Repeat the lines of the data exactly, from the first one through the one that contains "default = Settings.model_fields[name].default".

→ Entries supplied:
[Start of section]
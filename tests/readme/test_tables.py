"""The tables of the README agree with the program."""

import pytest

from forebay.cli import build_parser
from forebay.settings import PREFIX, Settings
from support.readme import rows

SETTINGS = {row[0]: row for row in rows("Settings")}


def test_settings_table_names_every_setting():
    assert set(SETTINGS) == {PREFIX + name.upper() for name in Settings.model_fields}


@pytest.mark.parametrize(
    "name", [name for name, field in Settings.model_fields.items() if field.default_factory is None]
)
def test_settings_table_gives_the_default(name):
    default = Settings.model_fields[name].default
    text = ",".join(default) if isinstance(default, tuple) else str(default).lower()
    assert SETTINGS[PREFIX + name.upper()][1] == (text or "(none)")


def test_commands_table_names_every_command():
    (commands,) = [set(action.choices) for action in build_parser()._actions if action.choices is not None]
    assert {row[0].split()[1] for row in rows("Commands")} == commands
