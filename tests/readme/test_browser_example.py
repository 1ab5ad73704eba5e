"""The browser example of the README works in a page of another origin."""

import shutil

import pytest

from support.readme import ADDRESS, blocks

pytestmark = pytest.mark.browser

ARGUMENTS = ["--no-sandbox", "--disable-gpu", "--no-first-run", "--disable-background-networking"]


@pytest.fixture
def page():
    from playwright.sync_api import sync_playwright

    chromium = shutil.which("chromium")
    if chromium is None:
        pytest.skip("no Chromium on this machine")
    with sync_playwright() as driver:
        browser = driver.chromium.launch(executable_path=chromium, args=ARGUMENTS)
        yield browser.new_page()
        browser.close()


def test_javascript_example_works(page, service):
    said = []
    page.on("console", lambda message: said.append(message.text))
    (code,) = blocks("javascript")
    page.set_content("<!doctype html><title>another origin</title><body></body>")
    page.evaluate(f"async () => {{ {code.replace(ADDRESS, service.address)} }}")
    assert page.locator("svg").count() == 1
    (line,) = said
    share = float(line.split()[0])
    assert 0.0 < share < 1.0
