"""Every example of the README works as pasted, from the repository's root."""

import json
import re
import subprocess
import sys

import pytest

from support.readme import ADDRESS, blocks, blocks_under, curl_commands
from support.tree import ROOT

ROUTES = (
    "/v1/assessment",
    "/v1/chart/flow-net",
    "/v1/field/sample",
    "/v1/stagnation/search",
    "/v1/contour/integrate",
    "/v1/withdrawal/trace",
    "/v1/screen/check",
    "/v1/submergence/check",
    "/v1/stress/tensor",
    "/v1/criteria",
    "/v1/warnings",
    "/v1/limits",
    "/v1/water",
    "/livez",
    "/readyz",
    "/metrics",
    "/openapi.json",
)


MAGIC = {"flow-net.png": b"\x89PNG", "calculation-sheet.pdf": b"%PDF-"}
"""First bytes of the files that examples write."""

FILED = "From an empty file to a filed sheet"


@pytest.fixture
def folder(tmp_path):
    """Folder that looks like the repository's root to a command, and may be written to."""
    (tmp_path / "openapi").symlink_to(ROOT / "openapi")
    return tmp_path


def route(command):
    (path,) = re.findall(rf"{ADDRESS}(/[^\s'?]*)", command)
    return path


@pytest.mark.parametrize("command", curl_commands(), ids=route)
def test_curl_example_works(command, service, folder):
    pasted = command.replace(ADDRESS, service.address).replace("curl ", "curl --fail-with-body ", 1)
    outcome = subprocess.run(["bash", "-c", pasted], cwd=folder, capture_output=True, text=True, check=False)
    assert outcome.returncode == 0, outcome.stdout + outcome.stderr
    written = [path for path in folder.iterdir() if path.name in MAGIC]
    if written:
        assert all(path.read_bytes().startswith(MAGIC[path.name]) for path in written)
    elif route(command) != "/metrics":
        assert json.loads(outcome.stdout)
    else:
        assert "# HELP" in outcome.stdout


def test_each_route_has_a_curl_example():
    shown = {route(command) for command in curl_commands()}
    assert shown >= set(ROUTES)


def test_curl_examples_name_only_routes_of_the_contract():
    paths = json.loads((ROOT / "openapi" / "openapi.json").read_text(encoding="utf-8"))["paths"]
    assert {route(command) for command in curl_commands()} <= {*paths, "/openapi.json"}


def test_python_example_works(service, folder):
    (code,) = blocks("python")
    script = code.replace(ADDRESS, service.address)
    command = [sys.executable, "-W", "error", "-c", script]
    outcome = subprocess.run(command, cwd=folder, capture_output=True, text=True, check=False)
    assert outcome.returncode == 0, outcome.stderr
    assert len(outcome.stdout.splitlines()) == 6


def test_an_empty_file_becomes_a_filed_sheet(folder):
    outcomes = []
    for block in blocks_under(FILED, "sh"):
        pasted = block.replace(".venv/bin/forebay", f"{sys.executable} -m forebay")
        outcomes.append(
            subprocess.run(["bash", "-c", pasted], cwd=folder, capture_output=True, text=True, check=False)
        )
    for outcome in outcomes:
        assert outcome.returncode == 0, outcome.stderr
        assert "new screens" in outcome.stdout
    assert "bed-friction-unknown" in outcomes[0].stdout
    assert "-unknown" not in outcomes[-1].stdout  # the second file gives what the first one's notes ask for
    assert "road tanker" in outcomes[-1].stdout
    assert (folder / "calculation-sheet.pdf").read_bytes().startswith(MAGIC["calculation-sheet.pdf"])


def test_assess_takes_the_layout_of_the_readme(folder):
    layout = next(block for block in blocks("json") if "town intake" in block)
    (folder / "layout.json").write_text(layout, encoding="utf-8")
    command = [sys.executable, "-m", "forebay", "assess", "layout.json"]
    outcome = subprocess.run(command, cwd=folder, capture_output=True, text=True, check=False)
    assert outcome.returncode == 0, outcome.stderr
    assert "town intake" in outcome.stdout
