"""A running service for the examples of the README."""

import pytest

from forebay.demo.child import Service


@pytest.fixture(scope="session")
def service(tmp_path_factory):
    with Service(tmp_path_factory.mktemp("service") / "service.log", port=0) as running:
        yield running
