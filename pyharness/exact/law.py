"""Stage 9: the derivative-of-field law m = -k dB/dt, or the rate-damping law m = k (w x B)."""

from __future__ import annotations

from pyharness.exact.constants import (
    MRD_GAIN_CONSTANT,
    MRD_LAW_DERIVATIVE,
    MRD_LAW_NONE,
    MRD_LAW_RATE,
    MRD_S_FELL_BACK,
)
from pyharness.exact.num import Record, Vector, floor_div, limit, norm_shift, round_shift, vmin
from pyharness.exact.ranges import check, check3

Gain = tuple[Vector, Vector]  # mantissa and shift of each axis: gain = mantissa / 2^shift


def choose(config: Record, trace: Record) -> tuple[int, int]:
    """The law that acts in this cycle, and the status bits."""
    if not trace["gate"]["trusted"]:
        return MRD_LAW_NONE, 0
    status = 0
    if config["law"] == MRD_LAW_RATE:
        if trace["calibration"]["rate_valid"]:
            return MRD_LAW_RATE, 0
        status = 1 << MRD_S_FELL_BACK
    return (MRD_LAW_DERIVATIVE if trace["derivative"]["valid"] else MRD_LAW_NONE), status


def normalise(mantissa: int, shift: int, reciprocal: int, exponent: int) -> tuple[int, int]:
    """One axis's gain times the reciprocal of the norm, as mantissa and shift again."""
    scaled = check("law.scaled", mantissa * reciprocal)
    if scaled >= 2**31:
        return scaled >> 16, shift + exponent + 15
    return scaled >> 15, shift + exponent + 16


def gain_used(config: Record, gain: Record, norm_sq: int) -> Gain:
    """The gain of each axis, divided by the squared norm if the configuration says so.

    Relative error of the division: above -2^-14, since the reciprocal and the mantissa are each rounded
    down by less than 2^-15, and below 2^-15, since the norm is cut to 16 bits.
    """
    mantissa, shift = gain["mantissa"], gain["shift"]
    if config["gain_scaling"] != MRD_GAIN_CONSTANT:
        norm = check("law.norm", limit(norm_sq, config["norm_min_sq"], config["norm_max_sq"]))
        divisor, exponent = norm_shift(norm, 16)
        exponent = check("law.exponent", exponent)
        reciprocal = check("law.reciprocal", vmin(65535, floor_div(2**31, divisor)))
        mx, hx = normalise(mantissa[0], shift[0], reciprocal, exponent)
        my, hy = normalise(mantissa[1], shift[1], reciprocal, exponent)
        mz, hz = normalise(mantissa[2], shift[2], reciprocal, exponent)
        mantissa, shift = (mx, my, mz), (hx, hy, hz)
    return check3("law.mantissa", mantissa), check3("law.shift", shift)


def derivative_law(filtered: Vector, gain: Gain) -> Vector:
    """Demand against the filtered derivative. Odd in it; of the opposite sign on each axis, or 0."""
    (mx, my, mz), (hx, hy, hz) = gain
    x, y, z = filtered
    px, py, pz = check3("law.product", (-x * mx, -y * my, -z * mz))
    return round_shift(px, hx), round_shift(py, hy), round_shift(pz, hz)


def cross_product(w: Vector, b: Vector) -> Vector:
    """w x B."""
    wx, wy, wz = w
    bx, by, bz = b
    return check3("law.cross", (wy * bz - wz * by, wz * bx - wx * bz, wx * by - wy * bx))


def rate_law(cross: Vector, gain: Gain) -> Vector:
    """Demand along w x B. Odd in w and in B; of the sign of w x B on each axis, or 0."""
    (mx, my, mz), (hx, hy, hz) = gain
    x, y, z = cross
    px, py, pz = check3("law.cross_product", (x * mx, y * my, z * mz))
    return round_shift(px, 16 + hx), round_shift(py, 16 + hy), round_shift(pz, 16 + hz)


def command_demand(config: Record, trace: Record) -> tuple[Record, int]:
    """The demand of the law that acts.

    Returns the trace's part and the status bits. Cannot overflow: every shift is ≥ 1.
    """
    active, status = choose(config, trace)
    nothing = (0, 0, 0)
    if active == MRD_LAW_NONE:
        parts = ("cross", "mantissa", "shift", "demand")
        return {"active": active, **dict.fromkeys(parts, nothing)}, status
    norm_sq = trace["plausibility"]["norm_sq"]
    if active == MRD_LAW_RATE:
        gain = gain_used(config, config["rate_gain"], norm_sq)
        cross = cross_product(trace["calibration"]["rate"], trace["calibration"]["field"])
        demand = rate_law(cross, gain)
    else:
        gain = gain_used(config, config["derivative_gain"], norm_sq)
        cross = nothing
        demand = derivative_law(trace["low_pass"]["filtered"], gain)
    mantissa, shift = gain
    return {
        "active": active,
        "cross": cross,
        "mantissa": mantissa,
        "shift": shift,
        "demand": check3("law.demand", demand),
    }, status
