"""Stage 3: does each coil carry the current that was commanded, and none while the magnetometer samples?"""

from __future__ import annotations

from typing import NamedTuple

from pyharness.exact.ballot import vote
from pyharness.exact.constants import (
    MRD_COIL_BACKWARD,
    MRD_COIL_OK,
    MRD_COIL_ON,
    MRD_COIL_WEAK,
    MRD_S_COIL_CURRENT,
)
from pyharness.exact.num import Record, Vector, bit
from pyharness.exact.ranges import check, check3


class Sensed(NamedTuple):
    """What the current sense finds of one coil; the ballots are the state's."""

    on: bool
    weak: Record
    backward: Record

    @property
    def fault(self) -> int:
        """The first that applies of MRD_COIL_*."""
        if self.on:
            return MRD_COIL_ON
        if self.backward["tripped"]:
            return MRD_COIL_BACKWARD
        return MRD_COIL_WEAK if self.weak["tripped"] else MRD_COIL_OK


def sense_coil(state: Record, config: Record, inputs: Record, i: int) -> Sensed:
    """Coil i by its current at the end of the last pulse, if that was long enough, and during the sample."""
    weak, backward = state["weak"][i], state["backward"][i]
    if not inputs["current_valid"]:
        return Sensed(False, weak, backward)
    off_max = config["current_off_max"]
    on = abs(inputs["current_sampled"][i]) > off_max
    pulse, driven = state["ticks"][i], inputs["current_driven"][i]
    if abs(pulse) >= config["current_ticks"]:
        along = check("currents.along", driven if pulse > 0 else -driven)
        backward = vote(backward, along < -off_max)
        weak = vote(weak, -off_max <= along < config["current_min"][i])
    return Sensed(on, weak, backward)


def judge(state: Record, config: Record, inputs: Record) -> tuple[Record, Vector, Record, int]:
    """All coils, where the sense is fitted.

    Returns the trace's part, which coils are on, what the state keeps of the coils, and the status bits.
    """
    if not config["current_fitted"]:
        return {"fault": (0, 0, 0)}, (0, 0, 0), {}, 0
    x, y, z = (sense_coil(state, config, inputs, i) for i in range(3))
    fault = check3("currents.fault", (x.fault, y.fault, z.fault))
    ballots = {
        "weak": (x.weak, y.weak, z.weak),
        "backward": (x.backward, y.backward, z.backward),
    }
    return {"fault": fault}, (x.on, y.on, z.on), ballots, bit(fault != (0, 0, 0), MRD_S_COIL_CURRENT)
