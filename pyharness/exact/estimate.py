"""Stage 9: the rate estimate, from the gyro or from the turn of the field."""

from __future__ import annotations

from pyharness.exact.constants import MRD_S_ESTIMATE_FELL_BACK, MRD_SETTLE_BY_GYRO
from pyharness.exact.num import UINT16_MAX, Record, Vector, floor_div, isqrt, square, vmax, vmin
from pyharness.exact.ranges import check


def norm(v: Vector) -> int:
    """The norm of a vector of 16-bit counts, rounded down."""
    x, y, z = v
    return isqrt(check("estimate.sum_sq", square(x) + square(y) + square(z)))


def rate_across_field(supervisor: Record, filtered: Vector, norm_sq: int) -> int:
    """Rate count across the field: the chord of its turn in one period, over its norm. Saturates at 65535."""
    turn = check("estimate.turn", norm(filtered))
    field = check("estimate.norm", vmax(1, isqrt(norm_sq)))
    chord = UINT16_MAX
    if turn < 2 * field:
        chord = floor_div(turn << 15, field)
    chord = check("estimate.chord", chord)
    product = check("estimate.product", chord * supervisor["estimate_mantissa"])
    return vmin(UINT16_MAX, product >> supervisor["estimate_shift"])


def estimate(supervisor: Record, trace: Record) -> tuple[int, int, int]:
    """Rate, rate_valid and the status bits of this stage."""
    status = 0
    if supervisor["settle_by"] == MRD_SETTLE_BY_GYRO:
        if trace["calibration"]["rate_valid"]:
            return check("outputs.rate", norm(trace["calibration"]["rate"])), 1, 0
        status = 1 << MRD_S_ESTIMATE_FELL_BACK
    if not trace["derivative"]["valid"]:
        return 0, 0, status
    rate = rate_across_field(supervisor, trace["low_pass"]["filtered"], trace["plausibility"]["norm_sq"])
    return check("outputs.rate", rate), 1, status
[End of section]
→ Answer for this exercise:
filename tests/readme/test_tables.py
"""The tables of the README agree with the program."""

import pytest

from forebay.cli import build_parser
from forebay.settings import PREFIX, Settings
from support.readme import rows

SETTINGS = {row[0]: row for row in rows("Settings")}


def test_settings_table_names_every_setting():
    assert set(SETTINGS) == {PREFIX + name.upper() for name in Settings.model_fields}


@pytest.mark.parametrize(
    "name", [name for name, field in Settings.model_fields.items() if field.default_factory is None]
)
def test_settings_table_gives_the_default(name):
    default = Settings.model_fields[name].default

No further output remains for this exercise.